Military aircraft specifications require tight tolerances in the manufacturing process, and automation/robotics help in repetitive tasks that require precision such as drilling holes or applying paints and coatings. Automation is especially important in F-35 assembly, where the production rate is expected to reach one per day.
Northrop Grumman is using several state-of-the-art tools to insure the program stays on course. Precision milling machines trim moldlines, side surfaces and radii; counter bores; and drills holes in composite parts, all at feed rates of up to 600 inches per minute. The 24,000-RPM precision cutter is more than capable of holding all engineering tolerances required for F-35 program parts. A fiber placement machine utilizes new programming technology to wrap tooling mandrels with layer upon layer of carefully directed fiber tape plies. The paint cell employs state-of-the-art robotic technology to apply coating to the insides of the contoured engine air inlet ducts.
In laying out the factory, Northrop Grumman adapted vehicle movement techniques from the automotive industry. Lean principles and a high degree of automation have been incorporated to support the rigorous processes required for the F-35 to remain on schedule. Automated drilling stations produce high quality precision holes. New techniques available through today’s computer systems allow the company to analyze and predict the possible outcomes for countless scenarios. Software tools such as advanced computer aided design packages, product data management, production and process simulations, and virtual enterprise environments all contribute to realizing these objectives.
Working as an integrated team with customers, teammates, and suppliers, Northrop Grumman will deliver products that perform as it supports Lockheed Martin’s continuous moving line concept and the ultimate one-a-day delivery to the military customer. Product designers, system engineers, manufacturing engineers and quality engineers work in closely coordinated integrated products teams (IPT) to define the requirements needed to quickly match the F-35’s cutting-edge design with production process capabilities and supplier capabilities. Real-time interaction with suppliers, as well as open communication channels among partners, maximize the use of best processes across the team.
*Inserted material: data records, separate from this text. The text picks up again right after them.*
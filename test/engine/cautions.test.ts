import { readFileSync } from "node:fs";
import { join } from "node:path";
import { describe, expect, it } from "vitest";
import { cavity } from "../../src/components/cavity";
import { cavityInputPower, intracavityPhotons, probePowerForMeasurementRate, reflectionForcePsd } from "../../src/physics/optomechanics";
import { evaluate, loadSetup, prepare } from "../../src/pipeline";
import { CLASS_3B_POWER, CLASS_4_POWER, ELECTRON_GYROMAGNETIC_RATIO } from "../../src/safety/limits";
import { cavitySetup, component, freeMassSetup } from "../setup/fixtures";

/**
 * Safety cautions that follow the physics: a laser power implied by a cavity's photon number,
 * by a position probe's measurement rate or by an interferometer's arm power is classed like a
 * power written directly (Class 4 above 0.5 W, Class 3B above 5 mW: IEC 60825-1 class limits
 * for continuous beams, common practice quoted from memory); cryogenic temperatures and
 * magnetic fields, also those implied by a Larmor frequency, get cautions of their own.
 *
 * Hand computations use CODATA 2018 values written out here: ħ = 1.054571817e-34 J s,
 * c = 299792458 m/s, μ_B = 9.2740100783e-24 J/T, h = 6.62607015e-34 J s.
 */
const HBAR = 1.054571817e-34;
const C = 299792458;
const TWO_PI = 2 * Math.PI;

const EXAMPLES = join(__dirname, "..", "..", "examples");
const example = (name: string): any => JSON.parse(readFileSync(join(EXAMPLES, name), "utf8"));

function cautionsOf(setup: unknown): readonly string[] {
  return prepare(loadSetup(JSON.stringify(setup))).cautions;
}

/** Each caution is one sentence: one full stop, at the end, and it defers to local rules. */
function expectOneSentence(caution: string): void {
  expect(caution.endsWith(".")).toBe(true);
  expect(caution.slice(0, -1)).not.toMatch(/\.\s/);
  expect(caution).toMatch(/local rules|safety rules/);
  expect(caution).toMatch(/licensed practice/);
}

describe("laser power implied by a cavity's intracavity photon number", () => {
  // Aspelmeyer, Kippenberg & Marquardt, Rev. Mod. Phys. 86, 1391 (2014), Sec. II.B: the driven
  // steady state ā = √κ_ex ā_in/(κ/2 − iΔ) with |ā_in|² = P/(ħω_L), so n = κ_ex P/(ħω_L(κ²/4 + Δ²)).
  const handInputPower = (n: number, lambda: number, kappa: number, delta: number, kEx: number): number => {
    const omegaL = (TWO_PI * C) / lambda;
    return (n * HBAR * omegaL * (kappa ** 2 / 4 + delta ** 2)) / kEx;
  };

  it("matches the relation solved for P by hand, and inverts the photon number", () => {
    const kappa = TWO_PI * 5.5e6;
    const cases: [number, number, number, number][] = [
      [1e12, 1064e-9, 0, 1],
      [3e9, 1550e-9, TWO_PI * 2e6, 0.7],
      [1e6, 780e-9, -TWO_PI * 1e7, 0.95],
    ];
    for (const [n, lambda, delta, eta] of cases) {
      const p = cavityInputPower(n, lambda, kappa, delta, eta * kappa);
      expect(p).toBeCloseTo(handInputPower(n, lambda, kappa, delta, eta * kappa), 12);
      expect(Math.abs(p / handInputPower(n, lambda, kappa, delta, eta * kappa) - 1)).toBeLessThan(1e-13);
      expect(Math.abs(intracavityPhotons(p, lambda, kappa, delta, eta * kappa) / n - 1)).toBeLessThan(1e-13);
    }
  });

  it("1e12 photons in a 5.5 MHz cavity at 1064 nm imply about 1.61 W of input light: the Class 4 caution", () => {
    // By hand: ħω_L = 1.054571817e-34 · 2π · 299792458 / 1.064e-6 = 1.8670e-19 J;
    // P = 1e12 · 1.8670e-19 J · (2π · 5.5 MHz)/4 = 1.613 W (Δ = 0, κ_ex = κ).
    const hand = handInputPower(1e12, 1064e-9, TWO_PI * 5.5e6, 0, TWO_PI * 5.5e6);
    expect(hand).toBeGreaterThan(1.6);
    expect(hand).toBeLessThan(1.62);
    const setup = cavitySetup();
    component(setup, "cavity").params = { linewidth: "5.5 MHz", inputCoupling: 1, g0: "150 Hz", photons: 1e12 };
    const cautions = cautionsOf(setup).filter((c) => c.startsWith("'cavity'"));
    expect(cautions).toHaveLength(1);
    expect(cautions[0]).toContain("1e+12 intracavity photons");
    expect(cautions[0]).toContain("which implies 1.61 W of input light");
    expect(cautions[0]).toContain("above the Class 4 threshold of 0.5 W");
    expect(cautions[0]).toContain("hazardous laser power");
    expectOneSentence(cautions[0]);
  });

  it("the same caution as the implied power written directly", () => {
    const byPhotons = cavitySetup();
    component(byPhotons, "cavity").params = { linewidth: "5.5 MHz", inputCoupling: 1, g0: "150 Hz", photons: 1e12 };
    const byPower = cavitySetup();
    component(byPower, "cavity").params = { linewidth: "5.5 MHz", inputCoupling: 1, g0: "150 Hz", power: "1.61 W" };
    const implied = cautionsOf(byPhotons).find((c) => c.startsWith("'cavity'"))!;
    const direct = cautionsOf(byPower).find((c) => c.startsWith("'cavity'"))!;
    expect(direct).toContain("'cavity' is driven with 1.61 W of input light");
    // Everything after the power (class, threshold, advice) reads the same.
    expect(implied.slice(implied.indexOf("1.61 W"))).toBe(direct.slice(direct.indexOf("1.61 W")));
  });

  it("detuning and input coupling raise the implied power; the threshold sits at 0.5 W", () => {
    // n for exactly 0.5 W on resonance, then 1 % more and 1 % less.
    const kappa = TWO_PI * 8e6;
    const nAt = (p: number): number => (p * 0.9 * kappa) / (HBAR * ((TWO_PI * C) / 1064e-9) * (kappa ** 2 / 4));
    const classOf = (photons: number, extra: Record<string, unknown> = {}): readonly string[] => {
      const setup = cavitySetup();
      Object.assign(component(setup, "cavity").params, { photons, ...extra });
      return cautionsOf(setup).filter((c) => c.startsWith("'cavity'"));
    };
    expect(classOf(nAt(0.5) * 1.01)[0]).toMatch(/Class 4 threshold of 0\.5 W/);
    expect(classOf(nAt(0.5) * 0.99)[0]).toMatch(/within Class 3B \(above 5 mW and up to 0\.5 W/);
    expect(classOf(nAt(CLASS_3B_POWER) * 0.99)).toEqual([]);
    // Detuned by κ/2 the same photon number needs twice the power (κ²/4 + Δ² doubles). A
    // detuned cavity on the membrane would be unstable, so this asks the component alone.
    const detuned = { linewidth: 8e6, detuning: -4e6, inputCoupling: 0.9, wavelength: 1064e-9, photons: nAt(0.3) };
    const resolved = { name: "cavity", type: "cavity", values: detuned, given: new Set(Object.keys(detuned)), raw: detuned, path: "components.cavity" };
    expect(cavity.cautions!(resolved, {})[0]).toMatch(/which implies 600 mW of input light.*Class 4/);
  });
});

describe("laser power implied by a position probe's measurement rate", () => {
  // Γ_meas = x_zpf² S̄_FF/ħ² (Clerk et al., Rev. Mod. Phys. 82, 1155 (2010)) with the double-sided
  // S̄_FF = S_F/2, x_zpf² = ħ/(2mΩ_m), and the radiation-pressure shot noise of reflected light
  // S_F = 8ħωP/c² (momentum 2ħk per photon, one-sided photon-flux PSD 2P/(ħω); Caves, Phys. Rev. D
  // 23, 1693 (1981)). Solved for P: P = mΩ_mΓc²/(2ω) = mΩ_mΓcλ/(4π).
  const handProbePower = (rate: number, lambda: number, mass: number, omegaM: number): number => (mass * omegaM * rate * C * lambda) / (4 * Math.PI);

  it("matches mΩ_mΓcλ/(4π) by hand and gives back the back-action of the rate", () => {
    const p = probePowerForMeasurementRate(TWO_PI * 30e3, 852e-9, 4e-12, TWO_PI * 1.1e6);
    // By hand: 4e-12 kg · 6.9115e6 s⁻¹ · 1.8850e5 s⁻¹ · 299792458 m/s · 852e-9 m / (4π) = 106.0 W.
    expect(p).toBeGreaterThan(105.5);
    expect(p).toBeLessThan(106.5);
    expect(Math.abs(p / handProbePower(TWO_PI * 30e3, 852e-9, 4e-12, TWO_PI * 1.1e6) - 1)).toBeLessThan(1e-13);
    // S_F of that power against 2Γħ²/x_zpf² = 4mΩ_mħΓ.
    const sF = reflectionForcePsd(p, 852e-9);
    expect(Math.abs(sF / (4 * 4e-12 * TWO_PI * 1.1e6 * HBAR * TWO_PI * 30e3) - 1)).toBeLessThan(1e-12);
  });

  it("a rate implying hundreds of kW raises the Class 4 caution naming the body, the rate and the power", () => {
    // 10 µg at 2 MHz read at 30 kHz through 1064 nm light: by hand
    // 1e-8 · 1.2566e7 · 1.8850e5 · 299792458 · 1.064e-6 / (4π) = 6.01e5 W.
    const hand = handProbePower(TWO_PI * 30e3, 1064e-9, 1e-8, TWO_PI * 2e6);
    expect(hand).toBeGreaterThan(6.0e5);
    expect(hand).toBeLessThan(6.02e5);
    const setup = example("hybrid-spin-reference.json");
    component(setup, "membrane").params = { mass: "10 ug", frequency: "2 MHz", Q: 1e6, temperature: "300 K" };
    component(setup, "probe").params = { measurementRate: "30 kHz", wavelength: "1064 nm" };
    const cautions = cautionsOf(setup).filter((c) => c.startsWith("'probe'"));
    expect(cautions).toHaveLength(1);
    expect(cautions[0]).toContain("'probe' reaches a measurement rate of 30 kHz on 'membrane' (10 µg, 2 MHz), which implies 601 kW of probe light at 1.064 µm");
    expect(cautions[0]).toContain("above the Class 4 threshold of 0.5 W");
    expectOneSentence(cautions[0]);
  });

  it("the implied power, written as the probe's power, gives the same noise budget", () => {
    const byRate = example("hybrid-spin-reference.json");
    const byPower = example("hybrid-spin-reference.json");
    const implied = probePowerForMeasurementRate(TWO_PI * 30e3, 852e-9, 4e-12, TWO_PI * 1.1e6);
    component(byPower, "probe").params = { power: `${implied} W`, wavelength: "852 nm" };
    const grid = { from: 1.05e6, to: 1.15e6, points: 7 };
    const a = evaluate(prepare(loadSetup(JSON.stringify(byRate))), grid).budget.total;
    const b = evaluate(prepare(loadSetup(JSON.stringify(byPower))), grid).budget.total;
    for (let i = 0; i < a.length; i++) expect(Math.abs(b[i] / a[i] - 1)).toBeLessThan(1e-9);
    const direct = cautionsOf(byPower).find((c) => c.startsWith("'probe'"))!;
    expect(direct).toContain("'probe' uses 106 W of probe light");
  });

  it("the shipped hybrid example's 30 kHz rate on 4 ng at 1.1 MHz implies about 106 W", () => {
    const cautions = cautionsOf(example("hybrid-spin-reference.json"));
    expect(cautions.find((c) => c.startsWith("'probe'"))).toContain(
      "which implies 106 W of probe light at 852 nm reflected once off the body (a cavity's build-up lowers what the source must give): hazardous laser power",
    );
  });
});

describe("arm power of an interferometer", () => {
  it("750 kW per arm raises the Class 4 caution with the beam-splitter power I0 = 2Lγ·P_arm/c", () => {
    // By hand: 2 · 4000 m · 2π · 45 Hz · 750 kW / 299792458 m/s = 5659 W.
    const cautions = cautionsOf(example("long-baseline-detector.json"));
    expect(cautions).toHaveLength(1);
    expect(cautions[0]).toContain("'ifo' circulates 750 kW in each arm (about 5.66 kW at the beam splitter without losses)");
    expect(cautions[0]).toContain("above the Class 4 threshold of 0.5 W");
    expectOneSentence(cautions[0]);
  });
});

describe("Class 3B note for powers written directly", () => {
  const probeAt = (power: string): readonly string[] => {
    const setup = freeMassSetup();
    component(setup, "probe").params.power = power;
    return cautionsOf(setup);
  };

  it.each([
    ["5 mW", "none"],
    ["5.1 mW", "3B"],
    ["10 mW", "3B"],
    ["0.5 W", "3B"],
    ["0.51 W", "4"],
  ])("%s of probe light: %s", (power, expected) => {
    const cautions = probeAt(power);
    if (expected === "none") {
      expect(cautions).toEqual([]);
      return;
    }
    expect(cautions).toHaveLength(1);
    expect(cautions[0]).toMatch(expected === "4" ? /Class 4 threshold of 0\.5 W/ : /within Class 3B \(above 5 mW and up to 0\.5 W/);
    expectOneSentence(cautions[0]);
  });

  it("the thresholds are the IEC 60825-1 class limits for continuous beams (common practice)", () => {
    expect(CLASS_4_POWER).toBe(0.5);
    expect(CLASS_3B_POWER).toBe(5e-3);
  });
});

describe("cryogenic temperatures", () => {
  it("an oscillator or a bath at or below 4.2 K gets a caution naming it and its temperature", () => {
    const setup = cavitySetup();
    component(setup, "membrane").params.temperature = "20 mK";
    setup.components.push({ name: "gas", type: "thermal-bath", params: { temperature: "4 K", dampingRate: "1 Hz" } });
    setup.connections.push(["gas.mechanics", "membrane.body"]);
    const cautions = cautionsOf(setup);
    expect(cautions).toHaveLength(2);
    expect(cautions[0]).toContain("'membrane' is at 20 mK, at or below 4.2 K");
    expect(cautions[1]).toContain("'gas' is at 4 K, at or below 4.2 K");
    for (const c of cautions) {
      expect(c).toMatch(/displace oxygen/);
      expectOneSentence(c);
    }
  });

  it("6 K and room temperature get none", () => {
    expect(cautionsOf(cavitySetup())).toEqual([]);
    const warm = cavitySetup();
    component(warm, "membrane").params.temperature = "300 K";
    expect(cautionsOf(warm)).toEqual([]);
  });
});

describe("magnetic fields", () => {
  it("the free electron's gyromagnetic ratio is CODATA 2018's 28 024.951 4242 MHz/T", () => {
    expect(Math.abs(ELECTRON_GYROMAGNETIC_RATIO / 28024.9514242e6 - 1)).toBeLessThan(1e-10);
  });

  const cellWith = (params: Record<string, unknown>): any => {
    const setup = example("hybrid-spin-reference.json");
    const cell = component(setup, "cell");
    const { field: _f, gyromagneticRatio: _g, ...rest } = cell.params;
    cell.params = { ...rest, ...params };
    return setup;
  };

  it("a field given directly at or above 0.5 mT", () => {
    const cautions = cautionsOf(cellWith({ field: "2 mT", gyromagneticRatio: "3.5 GHz/T" })).filter((c) => c.startsWith("'cell'"));
    expect(cautions).toHaveLength(1);
    expect(cautions[0]).toContain("'cell' uses a static magnetic field of 2 mT, at or above 0.5 mT (5 G)");
    expectOneSentence(cautions[0]);
    expect(cautionsOf(cellWith({ field: "0.3143 mT", gyromagneticRatio: "3.5 GHz/T" })).filter((c) => c.startsWith("'cell'"))).toEqual([]);
  });

  it("a Larmor frequency implies at least f_L/(28.02 GHz/T)", () => {
    // By hand: 20 MHz / 28.025 GHz/T = 0.7136 mT ≥ 0.5 mT; 1.1 MHz gives 39 µT, below it.
    const cautions = cautionsOf(cellWith({ larmorFrequency: "20 MHz" })).filter((c) => c.startsWith("'cell'"));
    expect(cautions).toHaveLength(1);
    expect(cautions[0]).toContain("'cell' precesses at a Larmor frequency of 20 MHz, which implies a static magnetic field of at least 714 µT");
    expect(cautions[0]).toContain("at or above 0.5 mT (5 G)");
    expectOneSentence(cautions[0]);
    expect(cautionsOf(cellWith({ larmorFrequency: "1.1 MHz" })).filter((c) => c.startsWith("'cell'"))).toEqual([]);
  });
});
But as of early 2005 it appeared that the JSF program will lack critical production knowledge when it plans to enter low-rate initial production in 2007. Between 2007 and 2013, when the program is scheduled to move to full-rate production, it expects to buy nearly 500 JSF aircraft—20 percent of its planned total buys—at a cost of roughly $50 billion. Under the program’s preliminary plan, it expects to increase low-rate production from 5 aircraft a year to 143 aircraft a year, significantly increasing the financial investment after production begins.
Between 2007 and 2009, the program plans to increase low-rate production spending from about $100 million a month to over $500 million a month, and before development has ended and an integrated aircraft has undergone operational evaluations, DOD expects to spend nearly $1 billion a month. To achieve its production rate, the program will invest significantly in tooling, facilities, and personnel. According to contractor officials, an additional $1.2 billion in tooling alone would be needed to ramp up the production rate to 143 aircraft a year. Over half of this increase would be needed by 2009—more than 2 years before operational flight testing begins.
In its fiscal year 2006 budget submission, DOD reduced the planned procurement quantities for the U.S. by 38 aircraft through fiscal year 2011. The preliminary figures also includes planned quantities for the United Kingdom of 2 aircraft in fiscal year 2009, 4 aircraft in fiscal year 2010, 9 aircraft in fiscal year 2011, 9 aircraft in fiscal year 2012, and 10 aircraft in fiscal year 2013.